package layout

import (
	"errors"
	"math"
	"os"
	"path/filepath"
	"strings"
	"testing"

	"github.com/paulmach/orb"
	"gonum.org/v1/gonum/spatial/r3"

	"arcwright/internal/planner"
)

func TestDecodeAsBuilt(t *testing.T) {
	tests := []struct {
		name string
		csv  string
		bare string
		want map[string]planner.Placement
	}{
		{"metres", "id,x,y,z\nA-01,5.1,7.2,1.4\n", "", map[string]planner.Placement{
			"A-01": {Mic: r3.Vec{X: 5.1, Y: 7.2, Z: 1.4}}}},
		{"units and any column order", "# measured 2026-11-30\nz, id, y, x\n1.4 m, A-01, 720 cm, 16 ft 8 in\n", "m", map[string]planner.Placement{
			// hand-computed: 16 ft 8 in = 200 in × 0.0254 m/in = 5.08 m (1959 agreement).
			"A-01": {Mic: r3.Vec{X: 5.08, Y: 7.2, Z: 1.4}}}},
		{"bare millimetres, bases", "id,x,y,z,base_x,base_y\nA-01,5100,7200,1400,5300,7400\nA-02,6000,7000,0,,\n", "mm", map[string]planner.Placement{
			"A-01": {Mic: r3.Vec{X: 5.1, Y: 7.2, Z: 1.4}, Base: &orb.Point{5.3, 7.4}},
			"A-02": {Mic: r3.Vec{X: 6, Y: 7}}}},
	}
	for _, tt := range tests {
		t.Run(tt.name, func(t *testing.T) {
			got, err := DecodeAsBuilt("built.csv", []byte(tt.csv), tt.bare, 4)
			if err != nil {
				t.Fatal(err)
			}
			if len(got) != len(tt.want) {
				t.Fatalf("got %d positions, want %d", len(got), len(tt.want))
			}
			for id, w := range tt.want {
				g, ok := got[id]
				if !ok {
					t.Fatalf("%s: missing", id)
				}
				checkF(t, id+".X", g.Mic.X, w.Mic.X)
				checkF(t, id+".Y", g.Mic.Y, w.Mic.Y)
				checkF(t, id+".Z", g.Mic.Z, w.Mic.Z)
				if (g.Base == nil) != (w.Base == nil) {
					t.Fatalf("%s.Base: got %v, want %v", id, g.Base, w.Base)
				}
				if w.Base != nil {
					checkF(t, id+".Base.X", g.Base[0], w.Base[0])
					checkF(t, id+".Base.Y", g.Base[1], w.Base[1])
				}
			}
		})
	}
}

func TestDecodeAsBuiltErrors(t *testing.T) {
	tests := []struct {
		name string
		csv  string
		want string
	}{
		{"empty", "", "built.csv: the file holds no header row; want id, x, y, z and optionally base_x, base_y"},
		{"header only", "id,x,y,z\n", "built.csv: the file holds no positions; want one row per station after the header"},
		{"unknown and missing columns", "id,x,y,hieght\nA-01,1,2,3\n",
			"built.csv:1: hieght: unknown column \"hieght\"; did you mean \"height\"?\n" +
				"built.csv:1: z: missing column; want id, x, y, z and optionally base_x, base_y"},
		{"one base column", "id,x,y,z,base_x\nA-01,1,2,3,4\n", "built.csv:1: base_y: give both base_x and base_y, or neither"},
		{"bad rows", "id,x,y,z\nA-01,1,2,-1\nA-01,1,2,1\n,1,2,1\nB-01,1 kg,2,9\nC-01,1,2\nD-01,1,2,3,4\n",
			"built.csv:2: z: the station is below the floor: -1.000 m\n" +
				"built.csv:3: id: station \"A-01\" is already given at line 2\n" +
				"built.csv:4: id: missing; want the station ID, such as A-01\n" +
				"built.csv:5: x: want a length, got \"1 kg\" (kg is a mass unit)\n" +
				"built.csv:5: z: the station is above the ceiling: 9.000 m, ceiling at 4.000 m\n" +
				"built.csv:6: z: want a length, got \"\" (empty)\n" +
				"built.csv:7: bad CSV: 5 fields, but the header names 4 columns"},
		{"not finite", "id,x,y,z\nA-01,NaN,2,1\n", "built.csv:2: x: want a length, got \"NaN\" (not a finite number)"},
		{"bad quoting", "id,x,y,z\n\"A-01,1,2,1\n", "built.csv:2: bad CSV: extraneous or missing \" in quoted-field"},
	}
	for _, tt := range tests {
		t.Run(tt.name, func(t *testing.T) {
			got, err := DecodeAsBuilt("built.csv", []byte(tt.csv), "m", 4)
			if got != nil {
				t.Errorf("got positions %v with the error, want nil", got)
			}
			var es Errors
			if !errors.As(err, &es) {
				t.Fatalf("got %v, want Errors", err)
			}
			if err.Error() != tt.want {
				t.Errorf("got\n%s\nwant\n%s", err, tt.want)
			}
		})
	}
}

func TestLoadAsBuilt(t *testing.T) {
	// The hard-walled demo reads bare lengths in millimetres; so does its
	// as-built file.
	layoutPath := filepath.Join(repoRoot, "layouts", "hard-wall-exhaust-room.yaml")
	req, _, err := Load(layoutPath)
	if err != nil {
		t.Fatal(err)
	}
	dir := t.TempDir()
	csvPath := filepath.Join(dir, "built.csv")
	if err := os.WriteFile(csvPath, []byte("id,x,y,z\nref-side,3010,590,1200\n"), 0o644); err != nil {
		t.Fatal(err)
	}
	got, err := LoadAsBuilt(csvPath, req)
	if err != nil {
		t.Fatal(err)
	}
	checkF(t, "ref-side.X", got["ref-side"].Mic.X, 3.01)
	checkF(t, "ref-side.Y", got["ref-side"].Mic.Y, 0.59)

	t.Run("request without a length unit reads metres", func(t *testing.T) {
		r := *req
		r.LengthUnit = ""
		p := filepath.Join(dir, "built2.csv")
		if err := os.WriteFile(p, []byte("id,x,y,z\nref-side,3010,590,1200 mm\n"), 0o644); err != nil {
			t.Fatal(err)
		}
		got, err := LoadAsBuilt(p, &r)
		if err != nil {
			t.Fatal(err)
		}
		checkF(t, "ref-side.X in metres", got["ref-side"].Mic.X, 3010)
	})
	t.Run("missing file", func(t *testing.T) {
		_, err := LoadAsBuilt(filepath.Join(dir, "none.csv"), req)
		if !errors.Is(err, ErrRead) || !strings.Contains(err.Error(), "cannot read the file") {
			t.Errorf("got %v, want an ErrRead", err)
		}
	})
}

func TestDecodeAsBuiltPanics(t *testing.T) {
	defer func() {
		if recover() == nil {
			t.Errorf("got no panic for a bare unit of yards, want one")
		}
	}()
	DecodeAsBuilt("x.csv", []byte("id,x,y,z\n"), "yd", math.Inf(1))
}

// FuzzDecodeAsBuilt checks that any bytes give either positions or a
// non-empty Errors value, never a panic, and finite positions only.
func FuzzDecodeAsBuilt(f *testing.F) {
	for _, s := range []string{
		"id,x,y,z\nA-01,5.1,7.2,1.4\n",
		"id,x,y,z,base_x,base_y\nA-01,5100,7200,1400,5300,7400\nA-02,6000,7000,0,,\n",
		"z, id, y, x\n1.4 m, A-01, 720 cm, 16 ft 8 in\n",
		"id,x,y,z\nA-01,1,2,-1\nA-01,1,2,1\n,1,2,1\nB-01,1 kg,2,9\nC-01,1,2\nD-01,1,2,3,4\n",
		"id,x,y,z\n\"A-01,1,2,1\n",
		"",
		"\ufeffid;x;y;z\nA-01;5,1;7,2;1,4\n",
		"id\tx\ty\tz\nA-01\t5.1\t7.2\t1.4\n",
		"# comment; with, separators\nid;x_m;y_m;z_m;reasons\nA-01;1,5;2;0,5;a, b\n",
		"id,x,y,z\nA-01,5\xe9,7,1\n",
		"id,channel,x_m,y_m,z_m,height_m\nA-01,,5,7,1.5,1.6\nA-02,,5,7,,1.2\n",
		"id,x,y,z,base_x,base_y\nA-01,,,,,\nA-02,,,,,\n",
		"id,x_ft,y_ft,height_ft,base_x_ft,base_y_ft\nG-01,10,20,5,10,20\n",
	} {
		f.Add([]byte(s))
	}
	f.Fuzz(func(t *testing.T, data []byte) {
		got, err := DecodeAsBuilt("fuzz.csv", data, "mm", 6)
		if (got == nil) == (err == nil) {
			t.Fatalf("got positions %v and error %v, want exactly one", got != nil, err)
		}
		if err != nil {
			var es Errors
			if !errors.As(err, &es) || len(es) == 0 {
				t.Fatalf("got %T %v, want a non-empty Errors", err, err)
			}
			return
		}
		for id, p := range got {
			if id == "" || !finiteVec(p.Mic) || p.Mic.Z < 0 || p.Mic.Z > 6 {
				t.Errorf("%q: got %+v, want a named, finite position between floor and ceiling", id, p)
			}
			if p.Base != nil && (math.IsNaN(p.Base[0]) || math.IsInf(p.Base[0], 0) || math.IsNaN(p.Base[1]) || math.IsInf(p.Base[1], 0)) {
				t.Errorf("%q: got base %v, want finite", id, p.Base)
			}
		}
	})
}

// finiteVec reports whether every coordinate of v is finite.
func finiteVec(v r3.Vec) bool {
	return !math.IsNaN(v.X+v.Y+v.Z) && !math.IsInf(v.X, 0) && !math.IsInf(v.Y, 0) && !math.IsInf(v.Z, 0)
}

Task brief: Your response should be each line that includes the word "checkF", copied from the records.

Written reply:
				checkF(t, id+".X", g.Mic.X, w.Mic.X)
				checkF(t, id+".Y", g.Mic.Y, w.Mic.Y)
				checkF(t, id+".Z", g.Mic.Z, w.Mic.Z)
					checkF(t, id+".Base.X", g.Base[0], w.Base[0])
					checkF(t, id+".Base.Y", g.Base[1], w.Base[1])
	checkF(t, "ref-side.X", got["ref-side"].Mic.X, 3.01)
	checkF(t, "ref-side.Y", got["ref-side"].Mic.Y, 0.59)
		checkF(t, "ref-side.X in metres", got["ref-side"].Mic.X, 3010)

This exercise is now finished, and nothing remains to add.